The podcast pilot episode was shared with test listeners this week. The response was overwhelming. Military wives, food enthusiasts, mothers, and a surprising number of people who said 'I don't cook and I don't know any military families, but I cried during the pot roast episode.' The pot roast episode makes everyone cry. The headnote about Kandahar, told in my voice, over the sound of the sear. The sizzle and the story and the silence afterward. Sarah forwarded the best feedback: 'I was driving and had to pull over because I was crying too hard. Then I went home and made pot roast for the first time in my life. It was terrible. But I made it.' She made it. A stranger made pot roast because my voice told her to. The cookbook is recipes. The podcast is permission. Permission to try. Permission to fail. Permission to make terrible pot roast and eat it anyway because the cooking matters more than the result. Ryan listened to the episode. He sat at the kitchen table with earbuds and listened to thirty minutes of his wife talking about his family. 'You talked about Torres.' 'I did.' 'And Kandahar.' 'I did.' 'It's good, Rachel. It's really good.' 'Are you okay with it?' 'I'm okay with it. The counselor said telling the story is part of the healing. You're telling it for both of us.' Telling the story for both of us. The writer and the Marine. The voice and the silence. Made pot roast. Obviously. The recipe that makes everyone cry and then cook. The pilot. The crying stranger. The permission.

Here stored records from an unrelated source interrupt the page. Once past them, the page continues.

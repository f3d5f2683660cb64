package series

import (
	"bytes"
	"context"
	"encoding/csv"
	"fmt"
	"io"
	"runtime"
	"strconv"
	"sync"
	"testing"

	"dextral/core/kinematics"
	"dextral/core/rotor"
)

// bigLog is a log of a million rows and eight columns, about 90 MB.
var bigLog = sync.OnceValue(func() []byte {
	const rows = 1000000
	out := []byte("t,x,y,z,qw,qx,qy,qz\n")
	for i := range rows {
		s := float64(i) * 1e-4
		q := rotor.FromRotationVector(rotor.Vec{X: 0.3 + 0.01*s, Y: 0.2, Z: 0.1 - 0.005*s})
		w, x, y, z := q.Quaternion()
		for k, v := range []float64{1700000000 + 0.005*float64(i), 100 + s, 200 - s, 0.5 * s, w, x, y, z} {
			if k > 0 {
				out = append(out, ',')
			}
			out = strconv.AppendFloat(out, v, 'f', 9, 64)
		}
		out = append(out, '\n')
	}
	return out
})

// BenchmarkRead measures a log in memory against encoding/csv and strconv, which read
// the same columns and fold the quaternion alone.
func BenchmarkRead(b *testing.B) {
	data := bigLog()
	rows := float64(bytes.Count(data, []byte{'\n'}) - 1)
	run := func(name string, f func() int64) {
		b.Run(name, func(b *testing.B) {
			b.SetBytes(int64(len(data)))
			b.ReportAllocs()
			var before, after runtime.MemStats
			runtime.ReadMemStats(&before)
			for b.Loop() {
				if got := f(); float64(got) != rows {
					b.Fatalf("%d rows of %g", got, rows)
				}
			}
			runtime.ReadMemStats(&after)
			b.ReportMetric(rows*float64(b.N)/b.Elapsed().Seconds(), "rows/s")
			b.ReportMetric(float64(after.Mallocs-before.Mallocs)/float64(b.N)/rows, "allocs/row")
		})
	}
	for _, workers := range []int{1, 2} {
		run(fmt.Sprintf("workers=%d", workers), func() int64 {
			r, err := Read(context.Background(), "big.csv", bytes.NewReader(data), Options{Workers: workers})
			if err != nil {
				b.Fatal(err)
			}
			return r.Rows
		})
	}
	run("encoding-csv", func() int64 { return foldWithLibrary(b, bytes.NewReader(data)) })
}

// foldWithLibrary is the peer.
func foldWithLibrary(b *testing.B, r io.Reader) int64 {
	in := csv.NewReader(r)
	in.ReuseRecord = true
	if _, err := in.Read(); err != nil {
		b.Fatal(err)
	}
	var c kinematics.Continuity
	for row := int64(1); ; row++ {
		record, err := in.Read()
		if err == io.EOF {
			return c.Rows
		}
		if err != nil {
			b.Fatal(err)
		}
		var v [5]float64
		for i, column := range []int{0, 4, 5, 6, 7} {
			if v[i], err = strconv.ParseFloat(record[column], 64); err != nil {
				b.Fatal(err)
			}
		}
		c.Push(row, v[0], rotor.FromQuaternion(v[1], v[2], v[3], v[4]))
	}
}

// TestHeapDoesNotGrow streams a log that is nowhere held as a whole, and looks at the
// heap in the meantime.
func TestHeapDoesNotGrow(t *testing.T) {
	if testing.Short() {
		t.Skip("short")
	}
	chunk := bigLog()[:1<<20]
	chunk = chunk[:bytes.LastIndexByte(chunk, '\n')+1]
	rows := chunk[bytes.IndexByte(chunk, '\n')+1:]
	peak := func(times int) uint64 {
		in := &repeated{head: chunk[:len(chunk)-len(rows)], rows: rows, times: times}
		runtime.GC()
		var base runtime.MemStats
		runtime.ReadMemStats(&base)
		in.base = base.HeapAlloc
		if _, err := Read(context.Background(), "big.csv", in, Options{Workers: 2}); err != nil {
			t.Fatal(err)
		}
		return in.peak
	}
	short, long := peak(5), peak(50)
	t.Logf("heap beyond the start: %d kB for 5 MB, %d kB for 50 MB", short>>10, long>>10)
	// Four blocks on their way, the head of the file, the folds; and as much again
	// that is garbage already.
	if long > 8<<20 {
		t.Errorf("heap of %d bytes", long)
	}
}

// repeated is a log of the same rows over and over. It samples the heap.
type repeated struct {
	head, rows []byte
	times      int
	base, peak uint64
	at         int
}

func (r *repeated) Read(p []byte) (int, error) {
	if len(r.head) > 0 {
		n := copy(p, r.head)
		r.head = r.head[n:]
		return n, nil
	}
	if r.at == len(r.rows) {
		r.at = 0
		r.times--
		var m runtime.MemStats
		runtime.ReadMemStats(&m)
		if m.HeapAlloc > r.base {
			r.peak = max(r.peak, m.HeapAlloc-r.base)
		}
	}
	if r.times <= 0 {
		return 0, io.EOF
	}
	n := copy(p, r.rows[r.at:])
	r.at += n
	return n, nil
}
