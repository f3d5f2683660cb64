package rules

import (
	"fmt"
	"math"

	"dextral/core/convention"
	"dextral/core/frame"
	"dextral/core/matrix"
	"dextral/core/rotor"
)

// turnWords says about which axis a rotation was turned. The same turn has one
// axis after the old rotation, in the axes it leads to, and another before it, in
// those it comes from; of the two, that is named which lies along an axis.
func turnWords(p pairOfRotors, by string, d convention.Direction) string {
	after, _ := p.after.Mul(p.before.Reverse()).AxisAngle()
	before, _ := p.before.Reverse().Mul(p.after).AxisAngle()
	axis, of, side := after, d.To, "after the old rotation"
	if largest(before) > largest(after)+1e-9 {
		axis, of, side = before, d.From, "before the old rotation"
	}
	if of != "" {
		side = "axes of " + of
	}
	return fmt.Sprintf("turned by %s about %s (%s)", by, axisWords(axis), side)
}

func largest(v rotor.Vec) float64 { return max(math.Abs(v.X), math.Abs(v.Y), math.Abs(v.Z)) }

// axisWords names a unit vector within a degree of a coordinate axis by it.
func axisWords(v rotor.Vec) string {
	for i, x := range [...]float64{v.X, v.Y, v.Z} {
		if math.Abs(x) > math.Cos(math.Pi/180) {
			name := string("xyz"[i])
			if x < 0 {
				name = "-" + name
			}
			return name
		}
	}
	return vector(v)
}

// remapWords names an exchange of axes between the old and the new rotation R:
// P R or R P with axes renamed on one side, or P R P^T with both.
func remapWords(p pairOfRotors, open float64) string {
	for _, m := range axisMaps() {
		r := m.matrix.Rotor()
		switch {
		case rotor.Angle(r.Mul(p.before), p.after) <= open:
			return "axes exchanged in what comes out: " + m.text
		case rotor.Angle(p.before.Mul(r.Reverse()), p.after) <= open:
			return "axes exchanged in what goes in: " + m.text
		case rotor.Angle(r.Mul(p.before).Mul(r.Reverse()), p.after) <= open:
			return "axes exchanged on both sides: " + m.text
		}
	}
	return ""
}

type axisMap struct {
	matrix matrix.Mat3
	text   string
}

// triads are those whose names people exchange: common practice, no source.
var triads = [][2]string{{"ENU", "NED"}, {"FLU", "FRD"}, {"RDF", "FLU"}, {"FLU", "RDF"}, {"RDF", "FRD"}, {"FRD", "RDF"}, {"NWU", "NED"}, {"NWU", "ENU"}, {"ENU", "NWU"}, {"RUB", "FLU"}, {"FLU", "RUB"}}

// axisMaps are the 23 rotations that exchange axes, those with well-known names
// first; half turns about one axis and the like have none.
func axisMaps() []axisMap {
	var list []axisMap
	for _, t := range triads {
		to, errTo := frame.ParseTriad(t[0])
		from, errFrom := frame.ParseTriad(t[1])
		if m, ok := frame.AxisMap(to, from); errTo == nil && errFrom == nil && ok {
			list = append(list, axisMap{m, mapWords(m) + ", as from " + t[1] + " to " + t[0]})
		}
	}
	for _, perm := range [][3]int{{0, 1, 2}, {1, 2, 0}, {2, 0, 1}, {0, 2, 1}, {2, 1, 0}, {1, 0, 2}} {
		for signs := range 8 {
			var m matrix.Mat3
			for i, j := range perm {
				m[i][j] = 1 - 2*float64(signs>>i&1)
			}
			if m.Det() > 0 && m != matrix.Identity {
				list = append(list, axisMap{m, mapWords(m)})
			}
		}
	}
	return list
}

// mapWords shows where x, y and z come from.
func mapWords(m matrix.Mat3) string {
	text := ""
	for i := range 3 {
		for j := range 3 {
			if m[i][j] != 0 {
				sign := ""
				if m[i][j] < 0 {
					sign = "-"
				}
				if text != "" {
					text += ", "
				}
				text += fmt.Sprintf("%c = %s%c", "xyz"[i], sign, "xyz"[j])
			}
		}
	}
	return text
}
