// Package series reads attitude logs: one pass, constant memory.
//
// Recognise says whether a file is a log that can be read. Read looks at its
// head, finds orientation channels among the columns (package columns), and
// folds every row (package fold) into what the rules judge: continuity, norms,
// determinants, ranges, stamps, and a sample of rows in which two channels that
// state the same orientation are both complete.
//
// Rows of a text log are lines: row 1 is the first line of data, and blank
// lines and comments below it count, so that a row is a line of the file without
// anything remembered between. Rows that cannot be read are counted, the first
// few with place and reason; the rest of the log is judged without them.
//
// A binary log may hold several tables, such as the topics of a ULog; each has rows,
// stamps and channels of its own, and row 1 is its first message.
//
// # Blocks
//
// The file is cut into blocks of whole records. A block is folded by itself,
// by one worker or several, and folds are merged in the order of the file. The
// result does not depend on the number of workers or on the size of blocks.
package series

The pot roast is the podcast’s recipe — it belongs to the story, to Kandahar, to Ryan sitting at the kitchen table with earbuds in. But after I heard that a stranger pulled over on the side of the road because of something I made, I needed to be in the kitchen doing something with my hands that felt a little lighter, a little sweeter, a little more like exhaling. This no bake apple pie is what I made that night: simple enough that the cooking gets out of the way and the feeling has room to settle in, which is exactly what permission tastes like.

No Bake Apple Pie

Prep Time: 15 minutes | Chill Time: 2 hours | Total Time: 2 hours 15 minutes | Servings: 8

Ingredients

  • 1 1/2 cups graham cracker crumbs
  • 1/3 cup granulated sugar
  • 6 tablespoons unsalted butter, melted
  • 8 oz cream cheese, softened
  • 1/2 cup powdered sugar
  • 1 teaspoon pure vanilla extract
  • 1 cup whipped topping (such as Cool Whip), thawed
  • 1 can (21 oz) apple pie filling
  • 1 teaspoon ground cinnamon
  • 1/4 teaspoon ground nutmeg

Instructions

  1. Make the crust. In a medium bowl, stir together the graham cracker crumbs, granulated sugar, and melted butter until the mixture resembles wet sand. Press firmly and evenly into the bottom and up the sides of a 9-inch pie dish. Place in the refrigerator while you prepare the filling.
  2. Beat the cream cheese layer. Using a hand mixer or stand mixer, beat the softened cream cheese on medium speed until smooth and fluffy, about 2 minutes. Add the powdered sugar and vanilla extract and continue beating until fully combined and creamy.
  3. Fold in the whipped topping. Using a rubber spatula, gently fold the whipped topping into the cream cheese mixture until just incorporated — do not overmix. You want it light and airy.
  4. Spread into the crust. Remove the crust from the refrigerator and spread the cream cheese filling evenly across the bottom in a smooth layer.
  5. Add the apple topping. In a small bowl, stir the cinnamon and nutmeg into the apple pie filling. Spoon the spiced apple mixture evenly over the cream cheese layer.
  6. Chill until set. Cover loosely with plastic wrap and refrigerate for at least 2 hours, or overnight, before slicing. The filling firms up beautifully and slices cleanly when fully chilled.
  7. Serve. Slice into 8 pieces and serve cold. Top with an extra dollop of whipped topping if you like.

Nutrition (per serving)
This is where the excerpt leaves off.